== Data for processing ==

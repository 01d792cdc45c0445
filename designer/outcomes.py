"""What planning concludes, as frozen records in internal units: everything a report, a figure or a
notebook shows is here, and nothing in them is computed again."""

from __future__ import annotations

from dataclasses import dataclass, field

from designer.records import Schedule


@dataclass(frozen=True)
class Estimate:
    """A figure from virtual studies and its Monte-Carlo error (one standard error). nan = not defined."""

    value: float
    error: float


@dataclass(frozen=True)
class Precision:
    """How well an asked constant comes out: half-width of its 95 % range as a fraction (1.96 times the SD
    of ln k under the true law), over the true laws that have it."""

    constant: str
    asked: float
    half_width: Estimate
    met: Estimate


@dataclass(frozen=True)
class Spread:
    """Expected SD of the logarithm of a constant when ``candidate`` is the true law."""

    candidate: str
    constant: str
    spread: Estimate


@dataclass(frozen=True)
class Rating:
    """What a schedule is worth, from virtual studies drawn from the listed candidates.

    top: how often the right law has the highest probability (ties shared); reach: how often it gets to
    the probability asked for; both overall and for each true law. mean_probability and log_score (mean
    ln probability) of the right law. information in nats, information_share of what is to be known.
    free_order: mean probability the free-order alternative ends with (all candidates counted).
    broken: limits the schedule breaks, in words. doubtful: virtual studies in which an evidence that
    counts is still flagged; repaired: evidences recomputed by quadrature; unsolved: draws whose
    trajectory could not be solved, by candidate.
    """

    schedule: Schedule
    studies: int
    worth: Estimate
    top: Estimate
    top_by_law: tuple[tuple[str, Estimate], ...]
    reach: Estimate
    reach_by_law: tuple[tuple[str, Estimate], ...]
    mean_probability: Estimate
    log_score: Estimate
    information: Estimate
    information_share: Estimate
    precision: tuple[Precision, ...]
    spreads: tuple[Spread, ...]
    free_order: Estimate | None
    total_time: float
    broken: tuple[str, ...] = ()
    doubtful: int = 0
    repaired: int = 0
    unsolved: tuple[tuple[str, int], ...] = ()

    @property
    def name(self) -> str:
        return self.schedule.name


@dataclass(frozen=True)
class Predicted:
    """Mean of one reading at one sample under one candidate at the middle of its beliefs, in internal
    units; censored: "below", "above" or "" against the trusted limits; left: fraction of the
    start that is left, where the reading is a concentration ([X] alone), else None."""

    candidate: str
    reading: str
    mean: float
    error: float  # 1 SD of the instrument within the run
    censored: str = ""
    left: float | None = None


@dataclass(frozen=True)
class Sample:
    """One sample of the run sheet. time in s; purpose is one line on what it is for. In a continuously
    recorded run, samples stand for a few telling readings."""

    time: float
    predicted: tuple[Predicted, ...]
    purpose: str


@dataclass(frozen=True)
class Portion:
    """What to pipette: volume (L) of a stock or of the solvent ("make up to the mark")."""

    name: str
    stock: float | None
    volume: float


@dataclass(frozen=True)
class PlannedRun:
    """One run of the run sheet. number counts from 1; conditions in internal units; marks: cautions
    ("hydroxide beyond the highest already run", ...); gain: worth added by this run to those before it."""

    number: int
    conditions: tuple[tuple[str, float], ...]
    samples: tuple[Sample, ...]
    length: float | None
    portions: tuple[Portion, ...]
    marks: tuple[str, ...]
    gain: Estimate


@dataclass(frozen=True)
class Curve:
    """Fan of one candidate's curve in one run for one reading: times (s), middle, and the 5 and 95 % of
    the belief."""

    run: int
    candidate: str
    reading: str
    times: tuple[float, ...]
    middle: tuple[float, ...]
    low: tuple[float, ...]
    high: tuple[float, ...]


@dataclass(frozen=True)
class Inseparable:
    """Two candidates that predict the same on the levers offered, and the fixed conditions that would
    separate them if freed by a factor of 2 (temperature by 10 K); none may do."""

    first: str
    second: str
    levers: tuple[str, ...]


@dataclass(frozen=True)
class LocalRating:
    """Local Fisher criterion of the plan at the middle of one candidate's beliefs: kind "D" or "c",
    and at most how much better (a fraction) any design within the limits could be by this measure, a
    sample being the unit."""

    candidate: str
    kind: str
    value: float
    margin: float


@dataclass(frozen=True)
class Plan:
    """A plan and everything said about it. binding: the limit that binds, in words ("" = none does).
    alternatives: usual schedules, then any that were compared. rounding: worth lost by rounding.
    bookings: seconds needed and booked (None = not given)."""

    title: str
    seed: int
    versions: tuple[tuple[str, str], ...]
    rating: Rating
    runs: tuple[PlannedRun, ...]
    alternatives: tuple[Rating, ...]
    binding: str
    inseparable: tuple[Inseparable, ...]
    cautions: tuple[str, ...]
    rounding: Estimate
    curves: tuple[Curve, ...]
    beliefs: tuple[tuple[str, float, float], ...]  # (candidate, stated, after pilots)
    local: tuple[LocalRating, ...] = ()
    booked: float | None = None
    effort: tuple[tuple[str, int], ...] = ()
    warnings: tuple[str, ...] = field(default=())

===

■ Problem description: Write out every entry word for word.

■ Solution:
repository 01d792cdc45c0445
filename designer/outcomes.py
"""What planning concludes, as frozen records in internal units: everything a report, a figure or a
notebook shows is here, and nothing in them is computed again."""

from __future__ import annotations

from dataclasses import dataclass, field

from designer.records import Schedule


@dataclass(frozen=True)
class Estimate:
    """A figure from virtual studies and its Monte-Carlo error (one standard error). nan = not defined."""

    value: float
    error: float


@dataclass(frozen=True)
class Precision:
    """How well an asked constant comes out: half-width of its 95 % range as a fraction (1.96 times the SD
    of ln k under the true law), over the true laws that have it."""

    constant: str
    asked: float
    half_width: Estimate
    met: Estimate


@dataclass(frozen=True)
class Spread:
    """Expected SD of the logarithm of a constant when ``candidate`` is the true law."""

    candidate: str
    constant: str
    spread: Estimate


@dataclass(frozen=True)
class Rating:
    """What a schedule is worth, from virtual studies drawn from the listed candidates.

    top: how often the right law has the highest probability (ties shared); reach: how often it gets to
    the probability asked for; both overall and for each true law. mean_probability and log_score (mean
    ln probability) of the right law. information in nats, information_share of what is to be known.
    free_order: mean probability the free-order alternative ends with (all candidates counted).
    broken: limits the schedule breaks, in words. doubtful: virtual studies in which an evidence that
    counts is still flagged; repaired: evidences recomputed by quadrature; unsolved: draws whose
    trajectory could not be solved, by candidate.
    """

    schedule: Schedule
    studies: int
    worth: Estimate
    top: Estimate
    top_by_law: tuple[tuple[str, Estimate], ...]
    reach: Estimate
    reach_by_law: tuple[tuple[str, Estimate], ...]
    mean_probability: Estimate
    log_score: Estimate
    information: Estimate
    information_share: Estimate
    precision: tuple[Precision, ...]
    spreads: tuple[Spread, ...]
    free_order: Estimate | None
    total_time: float
    broken: tuple[str, ...] = ()
    doubtful: int = 0
    repaired: int = 0
    unsolved: tuple[tuple[str, int], ...] = ()

    @property
    def name(self) -> str:
        return self.schedule.name


@dataclass(frozen=True)
class Predicted:
    """Mean of one reading at one sample under one candidate at the middle of its beliefs, in internal
    units; censored: "below", "above" or "" against the trusted limits; left: fraction of the
    start that is left, where the reading is a concentration ([X] alone), else None."""

    candidate: str
    reading: str
    mean: float
    error: float  # 1 SD of the instrument within the run
    censored: str = ""
    left: float | None = None


@dataclass(frozen=True)
class Sample:
    """One sample of the run sheet. time in s; purpose is one line on what it is for. In a continuously
    recorded run, samples stand for a few telling readings."""

    time: float
    predicted: tuple[Predicted, ...]
    purpose: str


@dataclass(frozen=True)
class Portion:
    """What to pipette: volume (L) of a stock or of the solvent ("make up to the mark")."""

    name: str
    stock: float | None
    volume: float


@dataclass(frozen=True)
class PlannedRun:
    """One run of the run sheet. number counts from 1; conditions in internal units; marks: cautions
    ("hydroxide beyond the highest already run", ...); gain: worth added by this run to those before it."""

    number: int
    conditions: tuple[tuple[str, float], ...]
    samples: tuple[Sample, ...]
    length: float | None
    portions: tuple[Portion, ...]
    marks: tuple[str, ...]
    gain: Estimate


@dataclass(frozen=True)
class Curve:
    """Fan of one candidate's curve in one run for one reading: times (s), middle, and the 5 and 95 % of
    the belief."""

    run: int
    candidate: str
    reading: str
    times: tuple[float, ...]
    middle: tuple[float, ...]
    low: tuple[float, ...]
    high: tuple[float, ...]


@dataclass(frozen=True)
class Inseparable:
    """Two candidates that predict the same on the levers offered, and the fixed conditions that would
    separate them if freed by a factor of 2 (temperature by 10 K); none may do."""

    first: str
    second: str
    levers: tuple[str, ...]


@dataclass(frozen=True)
class LocalRating:
    """Local Fisher criterion of the plan at the middle of one candidate's beliefs: kind "D" or "c",
    and at most how much better (a fraction) any design within the limits could be by this measure, a
    sample being the unit."""

    candidate: str
    kind: str
    value: float
    margin: float


@dataclass(frozen=True)
class Plan:
    """A plan and everything said about it. binding: the limit that binds, in words ("" = none does).
    alternatives: usual schedules, then any that were compared. rounding: worth lost by rounding.
    bookings: seconds needed and booked (None = not given)."""

    title: str
    seed: int
    versions: tuple[tuple[str, str], ...]
    rating: Rating
    runs: tuple[PlannedRun, ...]
    alternatives: tuple[Rating, ...]
    binding: str
    inseparable: tuple[Inseparable, ...]
    cautions: tuple[str, ...]
    rounding: Estimate
    curves: tuple[Curve, ...]
    beliefs: tuple[tuple[str, float, float], ...]  # (candidate, stated, after pilots)
    local: tuple[LocalRating, ...] = ()
    booked: float | None = None
    effort: tuple[tuple[str, int], ...] = ()
    warnings: tuple[str, ...] = field(default=())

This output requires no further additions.